Orange Dwarf Cave Crocodiles: Crocodiles That Crawled Into a Cave, Ate Bats, and Started Mutating into a New Species

The image on the left shows an orange cave crocodile, while the one on the right is a forest crocodile. Scientists captured specimens from each group and compared them to see if there were any physical differences related to their habitat. (Image credit: Olivier Testa, CC BY-SA 3.0, via Wikimedia Commons)

Name: Cave dwarf crocodiles (Osteolaemus tetraspis)

Habitat: Abanda cave system, Ogooue-Maritime province, Gabon.

Diet: cave crickets and bats.

Why it's amazing: Deep in a cave system in Gabon, there's a unique population of orange dwarf crocodiles. They live in total darkness, feed on bats, and swim in liquid guano (aka bat excrement).

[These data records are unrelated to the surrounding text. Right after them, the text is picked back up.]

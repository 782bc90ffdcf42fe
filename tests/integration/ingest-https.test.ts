import { afterAll, beforeAll, describe, expect, it } from 'vitest';
import { loggerToken } from '../../simulator/scenarios/tokens';
import type { SeededSite } from '../../seeds/plant/seeded';
import type { Roster } from '../../src/schemas/ingest';
import { ingest, startIngest, stopIngest } from '../../src/server/ingest/service';
import { testDatabase, type TestDatabase } from '../support/database';
import { SECRET, testFleet } from '../support/fleet';
import { frameOf, nowS, openSockets, TestLogger, until, type Sockets } from '../support/ingest';
import { HttpsLogger } from '../support/ingest-https';

let db: TestDatabase;
let site: SeededSite;
let sockets: Sockets;
let serial: string;
let token: string;
let logger: HttpsLogger;
let roster: Roster;
let seq = 0;

beforeAll(async () => {
  db = await testDatabase();
  const fleet = await testFleet(db, ['Old Tannery Market Hall']);
  site = fleet.site('Old Tannery Market Hall');
  serial = [...site.loggers.keys()][0] ?? '';
  token = loggerToken(SECRET, serial);
  logger = new HttpsLogger(token);
  await startIngest();
  sockets = await openSockets();
  const answer = await logger.roster();
  expect(answer).toMatchObject({ status: 200, body: { listen: false } });
  roster = answer.body.roster;
});
afterAll(async () => {
  await stopIngest();
  await sockets.close();
  await db.drop();
});

const one = async <T>(sql: string, values: unknown[] = []): Promise<T> =>
  (await db.owner.query(sql, values)).rows[0] as T;
const minute = (at: number) => ({
  type: 'frames',
  seq: ++seq,
  roster: roster.version,
  at: roster.strings.map(() => at),
  string: roster.strings.map((s) => s.index),
  frames: roster.strings.map((s) => frameOf(s.serials.length, 'both')),
});
const framesAt = async (from: number, to = from): Promise<number> =>
  (
    await one<{ n: number }>(
      'select count(*)::int as n from string_frame where at between to_timestamp($1::int4) and to_timestamp($2::int4)',
      [from, to],
    )
  ).n;
/** Keeps frames from being written until it is let go. */
async function holdFrames(): Promise<() => Promise<void>> {
  const lock = await db.owner.connect();
  await lock.query('begin; lock table string_frame in access exclusive mode');
  return async () => {
    await lock.query('rollback');
    lock.release();
  };
}
const waiting = () => until(async () => (ingest()?.figures().waitingReadings ?? 0) > 0, 'readings wait');

describe('a batch by HTTPS', () => {
  it('is durable when it is answered, and twice sent is once stored', async () => {
    const at = nowS() - 300;
    const inverter = roster.inverters[0]?.name ?? '';
    const input = roster.inverters[0]?.inputs[0] ?? 0;
    const batch = [
      { type: 'hello', protocol: 1, logger: serial, firmware: 'batch 3', clock: nowS() },
      minute(at),
      { type: 'inputs', seq: ++seq, rows: [{ at, inverter, input, voltage: 6200, current: 480 }] },
    ];
    for (const _ of ['once', 'twice']) {
      const answer = await logger.post(batch);
      expect(answer).toMatchObject({
        status: 200,
        body: { messages: 3, accepted: 3, refused: [], roster: roster.version, listen: false },
      });
      expect(await framesAt(at)).toBe(roster.strings.length);
      const inputs = await one<{ n: number }>(
        'select count(*)::int as n from input_frame where at = to_timestamp($1::int4)',
        [at],
      );
      expect(inputs.n).toBe(1);
    }
    const known = await one(
      `select firmware, last_address as "from", leased_by as by, leased_until > now() as connected,
         (select count(*)::int from event where site_id = logger.site_id and kind = 'logger_connected') as told
       from logger where serial = $1`,
      [serial],
    );
    expect(known).toEqual({ firmware: 'batch 3', from: '192.0.2.7', by: 'https', connected: true, told: 1 });
  });

  it('is taken as JSON too, one message or a list', async () => {
    const at = nowS() - 420;
    expect(await logger.postJson(minute(at))).toMatchObject({ status: 200, body: { accepted: 1 } });
    expect(await logger.postJson([minute(at + 60)])).toMatchObject({ status: 200, body: { accepted: 1 } });
    expect(await framesAt(at, at + 60)).toBe(2 * roster.strings.length);
  });

  it('names what it refuses by index, field and remedy, and takes the rest', async () => {
    const at = nowS() - 540;
    const bad = minute(at + 60);
    const frame = bad.frames[0];
    if (frame) frame.state[2] = 9;
    const answer = await logger.post([
      minute(at),
      bad,
      'this is no JSON',
      { ...minute(at), roster: roster.version + 5 },
      { type: 'hello', protocol: 1, logger: 'LG-SOMEBODY', firmware: 'x', clock: nowS() },
    ]);
    expect(answer.status).toBe(200);
    expect(answer.body).toMatchObject({ messages: 5, accepted: 1 });
    expect(answer.body.refused.map((r) => [r.index, r.field, r.again])).toEqual([
      [1, 'frames[0].state[2]', false],
      [2, 'message', false],
      [3, 'roster', false],
      [4, 'logger', false],
    ]);
    expect(answer.body.refused[0]).toMatchObject({
      seq: bad.seq,
      remedy: expect.stringContaining('Mend it'),
    });
    expect(answer.body.refused[2]?.remedy).toContain('Fetch the roster again');
    expect(await framesAt(at, at + 60)).toBe(roster.strings.length);
    const kinds = await until(async () => {
      const { rows } = await db.owner.query<{ field: string; count: string }>(
        'select field, count from logger_refusal order by field',
      );
      return rows.length === 4 && rows;
    }, 'refusals are counted by what was wrong');
    expect(kinds.map((k) => k.field)).toEqual(['frames[0].state[2]', 'logger', 'message', 'roster']);
  });

  it('answers no success where nothing could be taken', async () => {
    const answer = await logger.post([{ ...minute(nowS()), at: [] }, '{}']);
    expect(answer.status).toBe(422);
    expect(answer.body.fields.map((f) => f.field)).toEqual(['messages[0].at', 'messages[1].type']);
    expect(await logger.send('', { 'content-type': 'application/x-ndjson' })).toMatchObject({ status: 422 });
  });

  it('is refused without a good token, before its body is looked at', async () => {
    const stranger = new HttpsLogger('no-such-token-at-all', '192.0.2.99');
    expect(await stranger.post([minute(nowS())])).toMatchObject({ status: 401 });
    expect(await stranger.roster()).toMatchObject({ status: 401 });
  });
});

describe('when something breaks in between', () => {
  it('a connection to the database: the answer comes late, and everything is there once', async () => {
    const at = nowS() - 900;
    const letGo = await holdFrames();
    const answering = logger.post([minute(at), minute(at + 60)]);
    await waiting();
    expect(await logger.post([minute(at)])).toMatchObject({ status: 429, retryAfter: '1' });
    await db.owner.query(
      `select pg_terminate_backend(pid) from pg_stat_activity where datname = current_database()
         and wait_event_type = 'Lock' and pid <> pg_backend_pid()`,
    );
    await letGo();
    expect(await answering).toMatchObject({ status: 200, body: { accepted: 2 } });
    expect(await framesAt(at, at + 60)).toBe(2 * roster.strings.length);
  });

  it('the process: no success is told, and the same batch again is stored once', async () => {
    const at = nowS() - 1200;
    const batch = [minute(at), minute(at + 60), minute(at + 120)];
    const letGo = await holdFrames();
    const answering = logger.post(batch);
    await waiting();
    const stopped = stopIngest();
    expect(await answering).toMatchObject({ status: 503, retryAfter: '5' });
    expect(await logger.post(batch)).toMatchObject({ status: 503 });
    await letGo();
    await stopped;
    await startIngest();
    expect(await logger.post(batch)).toMatchObject({ status: 200, body: { accepted: 3 } });
    expect(await framesAt(at, at + 120)).toBe(3 * roster.strings.length);
  });

  it('the queue is full: come back later, and nothing is kept in memory meanwhile', async () => {
    const at = nowS() - 9 * 3600;
    const other = await TestLogger.arrive(sockets, token, serial);
    const letGo = await holdFrames();
    for (let k = 0; k < 1000; k++) other.report(minute(at + 30 * k));
    await until(async () => (ingest()?.figures().pauses ?? 0) > 0, 'the queue is full', 15_000);
    const before = ingest()?.figures().waitingReadings;
    expect(await logger.post([minute(at - 60)])).toMatchObject({ status: 503, retryAfter: '2' });
    expect(ingest()?.figures().waitingReadings).toBe(before);
    await letGo();
    await until(async () => ingest()?.figures().waitingReadings === 0, 'the queue is empty again', 30_000);
    expect(await logger.post([minute(at - 60)])).toMatchObject({ status: 200 });
    // the lease is the connection's as long as it stands
    expect(await one('select leased_by from logger where serial = $1', [serial])).not.toEqual({
      leased_by: 'https',
    });
    other.ws.terminate();
  });
});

The exact number of crocodiles inhabiting these caves and when they began their underground lifestyle are unknown, but they may have been there for thousands of years. Scientists speculate that they may be evolving into a new species.

Cave-dwelling crocodiles were first studied only in 2010, and a 2016 study comparing them to forest-dwelling crocodiles found a number of differences. Their diets are significantly different, with cave crocodiles relying almost entirely on the generous supply of crickets and bats that cling to the cave walls. Cave crocodiles were found to be in generally better condition than their forest-dwelling counterparts, which the team believes is likely due to the abundance of available food and the lack of predators.

Cave crocodiles are thought to lay their eggs at the entrance to caves, after which the young head into the darkness. Once they reach maturity, they are thought to rarely leave the caves.

Orange Skin and Genetic Changes

The unique orange skin color of adult crocodiles may be a result of their prolonged exposure to bat guano, which is rich in urea, lead author Matthew Shirley, a conservation biologist at Florida International University, told National Geographic in 2018. Over time, this exposure appears to result in a chemical bleaching of the crocodiles' skin, the study authors report.

Interestingly, a genetic analysis of the crocodiles, which has not yet been published, points to the possibility of mutations in orange cave crocodiles, according to a 2018 Guardian article. The researchers told the publication that one haplotype (a group of DNA variants inherited from an ancestor) found in cave crocodiles is absent from forest crocodiles. “[The crocodiles] of the Abanda caves stand out as an isolated genetic group,” commented study co-author Richard Oslisley, a research fellow at the French Institute for Development Research.

This genetic change is evidence that the cave crocodiles are evolving into a new species. “As a result of this isolation and the fact that so few individuals are coming or going, they are in the process of [forming] a new species,” Shirley told National Geographic. “When exactly that will happen is anyone’s guess.”